No that's not make wacko, it's "your mom" (mage waco) in siSwati haha.
Another week has passed by. The weeks go by so quickly here. I write a blog and then it seems like the next day it's time for me to write another one. Ok this week has consisted of teaching 6th and 7th graders how to write a paragraph and an essay and trying to figure out to teach about writing, but speak God's truth into their life at the same time. My students are absolutely wonderful. I mean they have their moments and then the days when 2 out of 30 kids turn in their homework, but on a whole the kids are a lot of fun.
School and lies: I'm really sorry if this blog jumps around a lot but I have a lot I want to write about. With the school and teaching and then having a Bible study and youth group I've been feeling a little overwhelmed. Not in that it's too much, but what qualifies me? Lies have been thrown at me that I can't do it, that I don't know how to teach or that I'm not old enough to raise up these girls here. Another component of this week has been breaking through this unseen barrier of doubt and accepting and believing that God has called me and appointed me for this. It doesn't matter that half the time I have no idea what I'm doing, because it's not about me. What matters is that God has a plan for these kids and He wants to invade their life and for some crazy reason He's decided to use me.
I know that God has so much for Ezulwini Catholic Primary. I know that He has put me there to not only teach, but reach into the lives of all these kids and show them that someone (God) has a hope and a plan for their future. I can't even explain how insane some of the stuff is that they write about. Some of their stories really just made my heart hurt.
Facing a hard reality: My team faced a hard reality this week. Some of the girls have been working at the hospital during the week and then we go as a team on Saturdays.

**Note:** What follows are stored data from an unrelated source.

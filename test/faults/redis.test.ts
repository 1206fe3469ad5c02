import { Redis } from 'ioredis';
import { afterEach, beforeAll, beforeEach, describe, expect, test } from 'vitest';
import { openRedis } from '../../orchestrator/dispatch/redis.js';
import { listen, PROGRAM, TASK, expectDone } from '../contracts/dispatcher-contract.js';
import { fleetProcess, type FleetProcess } from '../contracts/fleet.js';
import { noRedis, redisServer, type RedisServer } from '../contracts/redis-server.js';
import { LINE_WORKER, linePlan, temporaryStore } from '../orchestrator/dispatch/line-run.js';
import { committed, resultOf, startWork, undisturbedDigest } from './line-work.js';
import { endPrograms } from './processes.js';

/** A fleet over Redis, with workers, coordinators and servers that are really killed. */

const POINTS = [5000, 300];
const PLAN = linePlan(POINTS, { microseconds: 1000 });

describe.skipIf(noRedis)('with redis-server on the PATH', () => {
  let undisturbed: string;
  let server: RedisServer;
  let store: ReturnType<typeof temporaryStore>;
  const workers: FleetProcess[] = [];
  const undo: (() => unknown)[] = [];

  beforeAll(async () => {
    undisturbed = await undisturbedDigest(POINTS);
  });
  beforeEach(() => {
    store = temporaryStore();
  });
  afterEach(async () => {
    for (const step of undo.splice(0).reverse()) await step();
    for (const worker of workers.splice(0)) await worker.end('SIGKILL');
    await endPrograms();
    await server.stop();
    store.remove();
  });

  async function serve(appendOnly = false): Promise<void> {
    server = await redisServer({ appendOnly });
  }
  async function worker(options: object = {}): Promise<FleetProcess> {
    const started = await fleetProcess(server.url, {
      threads: 1,
      program: LINE_WORKER,
      code: 'test',
      ...options,
    });
    workers.push(started);
    return started;
  }
  const launch = (options: object = {}) => startWork(store.path, PLAN, { redis: server.url, ...options });
  const complete = () => ({ state: 'complete', digest: undisturbed });

  describe('a worker', () => {
    test('that is killed with kill -9 keeps its chunk no longer than 15 s, even if it was the last', async () => {
      await serve();
      const only = await worker({ program: PROGRAM });
      const dispatcher = await openRedis(server.url, { code: 'test' })(TASK, 'scope');
      undo.push(() => dispatcher.close());
      const { submit, report } = listen(dispatcher);
      submit('0.0.1', [-1]);
      await takenUp(server.url);
      await only.end('SIGKILL');
      const began = performance.now();
      expect(await report('0.0.1')).toMatchObject({ kind: 'lost', reason: 'worker-died' });
      expect(performance.now() - began).toBeLessThan(15_000);
    });

    test('that is killed with kill -9 does not change the results', async () => {
      await serve();
      const victim = await worker();
      await worker();
      const work = launch();
      await committed(work, 0);
      await victim.end('SIGKILL');
      expect(await resultOf(work)).toMatchObject(complete());
    });

    test('that was frozen and answers late, after its chunk was given to another, does no harm', async () => {
      await serve();
      const sleeper = await worker();
      await worker();
      const work = launch();
      await committed(work, 0);
      sleeper.process.kill('SIGSTOP');
      await work.says(/"retried":[1-9]/);
      sleeper.process.kill('SIGCONT');
      expect(await resultOf(work)).toMatchObject(complete());
    });

    test('that is told to stop finishes or gives back what it has, and ends with 0', async () => {
      await serve();
      const leaving = await worker();
      const work = launch();
      await committed(work, 0);
      await leaving.end('SIGTERM');
      expect(await leaving.exit).toBe(0);
      await worker();
      expect(await resultOf(work)).toMatchObject(complete());
    });

    test('with other code refuses, says so and ends; the chunk is not lost', async () => {
      await serve();
      const other = await worker({ code: 'other' });
      const work = launch();
      expect(await other.exit).toBe(3);
      expect(other.output()).toContain('another version of the code than the coordinator');
      await worker();
      expect(await resultOf(work)).toMatchObject(complete());
    });

    test('whose Redis stays away ends with a clear message', async () => {
      await serve();
      const lonely = await worker({ lostMinutes: 0.02 });
      await server.kill();
      expect(await lonely.exit).toBe(3);
      expect(lonely.output()).toContain('stayed away');
    });
  });

  describe('a coordinator', () => {
    test('that is killed with kill -9 is resumed while the fleet lives on', async () => {
      await serve();
      await worker();
      await worker();
      const first = launch();
      await committed(first, 0);
      first.signal('SIGKILL');
      await first.exit;
      expect(await resultOf(launch())).toMatchObject(complete());
    });

    test('takes no answer to another question for its own', async () => {
      await serve();
      const dispatcher = await openRedis(server.url, { code: 'test' })(TASK, 'scope');
      undo.push(() => dispatcher.close());
      const { submit, report } = listen(dispatcher);
      submit('0.0.1', [7]);
      const redis = new Redis(server.url);
      undo.push(() => redis.disconnect());
      const body = Buffer.alloc(2 * 8 + 8 + 8 + 1 + 1 + 1);
      const about = ['kind', 'done', 'id', '0.0.1', 'worker', 'w', 'milliseconds', '1'];
      await redis.xadd('trigpoint-results:scope', '*', ...about, 'key', 'of another chunk', 'body', body);
      await worker({ program: PROGRAM });
      expect(expectDone(await report('0.0.1')).result.quantities[0]).toBe(8);
    });
  });

  describe('a Redis server', () => {
    test.each([
      ['with an append-only file', true],
      ['without one, losing the whole queue', false],
    ])('that is killed with kill -9 and comes back %s', async (_, appendOnly) => {
      await serve(appendOnly);
      await worker();
      await worker();
      const work = launch();
      await committed(work, 0);
      await server.kill();
      await server.start();
      expect(await resultOf(work)).toMatchObject(complete());
    });

    test('that is emptied while it runs', async () => {
      await serve();
      await worker();
      await worker();
      const work = launch();
      await committed(work, 0);
      const redis = new Redis(server.url);
      await redis.flushall();
      redis.disconnect();
      expect(await resultOf(work)).toMatchObject(complete());
    });

    test('that is lost for good ends the launch with 1; what was committed is kept', async () => {
      await serve();
      await worker();
      const work = launch({ lostMinutes: 0.02 });
      await committed(work, 0);
      await server.kill();
      expect(await work.exit).toBe(1);
      expect(work.err()).toContain('launch again to go on');
      const reading = store.open();
      expect(reading.run(1)).toMatchObject({ state: 'paused', digest: null });
      expect(reading.run(1)?.counts.points).toBeGreaterThan(0);
      expect(reading.attempted(1)).toEqual([]);
      reading.close();
      await server.start();
      await worker();
      expect(await resultOf(launch())).toMatchObject(complete());
    });

    test('is left as it was found, but for what vanishes by itself', async () => {
      await serve();
      await worker();
      expect(await resultOf(launch())).toMatchObject(complete());
      const redis = new Redis(server.url);
      undo.push(() => redis.disconnect());
      const left: string[] = [];
      for (const key of await redis.keys('*')) if ((await redis.ttl(key)) < 0) left.push(key);
      // The books of the queue and the roll of its workers, whatever the number of runs.
      expect(left.sort()).toEqual([
        'bull:trigpoint:events',
        'bull:trigpoint:id',
        'bull:trigpoint:meta',
        'trigpoint-workers',
      ]);
      expect(await redis.xlen((await redis.keys('trigpoint-results:*'))[0] ?? 'none')).toBe(0);
    });

    test('that is not there is a clear refusal', async () => {
      await serve();
      await server.kill();
      const open = openRedis(server.url.replace('//', '//user:secret@'), { code: 'test', reachSeconds: 1 });
      await expect(open(TASK, 'scope')).rejects.toThrow(`no Redis answers at ${server.url}`);
    });
  });
});

/** Resolves once a worker has a chunk in hand. */
async function takenUp(url: string): Promise<void> {
  const redis = new Redis(url);
  while ((await redis.llen('bull:trigpoint:active')) === 0)
    await new Promise((resolve) => setImmediate(resolve));
  redis.disconnect();
}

The children's ward has become a safe haven for abandoned children. There are several absolutely wonderful kids with mental disabilities that have been abandoned and live at the hospital. There are also a couple of abandoned babies there as well. One of them, Mlumini, we're pretty sure he had AIDS and possibly TB, but he was facing massive malnourishment. He was a funny kid, last Saturday my friend Tessa was holding him and playing with him and I came up and apparently he didn't like me because he just waved me off with his hand, it was pretty funny. This past week he caught a really bad fever, I read his chart, his fever got up to 104 F. The two girls were spending all day with him and I saw him yesterday morning, yesterday afternoon he passed away. I didn't even spend that much time with him, but it just brings a hard reality straight into your face. The two girls mourned for him, but what if they hadn't been there? It just started making me think about all the other orphans that don't have someone to stand next to their bed and that cry for them. I knew that I was going to see AIDS here. Over half the country has HIV/ AIDS, I think it just finally hit us in the face.
The beauty in it all: Last night God showed up. We were singing the song "Our God reigns." And while this harsh reality of dying babies and children that haven't been shown what hope means was hitting me in the face and while the lies that I couldn't do it and thought and cares about home were swarming around me, God gave me a song of freedom. We as a body proclaimed that God reigns over all of this. God reigns over the orphans that don't have anyone at their bedside, He's at their bedside. God reigns over the boys in my class that have been told violence and anger is all there is. God reigns over the girls in my class that have been told their bodies are trash and that they don't mean anything. God reigns over my family, over my team and over every person, thing and stronghold in Swaziland.
Wrap up: Everything is solid here. God is showing up and moving, so please as the body, join us. Proclaim that God reigns over your family. I don't know what's going on in your house or life, but I know that God is bigger than all of it. Cast out the lies and clouds of depression and doubt that like to frequent our world, proclaim the truth and freedom of Christ over all of it.
Prayer request: That God will continue to open doors at my school. My ministry isn't just in the students, but with the teachers, another volunteer and the parents. Please just pray that will reign in their hearts.
-For my team, that we will always come together as the Body and serve Him in and out of our home
-For the girls in my Bible study. That God will move in their lives and that He will raise them up.
-Praise Him! It's so cool to see Him moving here and at a home, praise Him!
I posted some more pictures and am trying to get some videos up!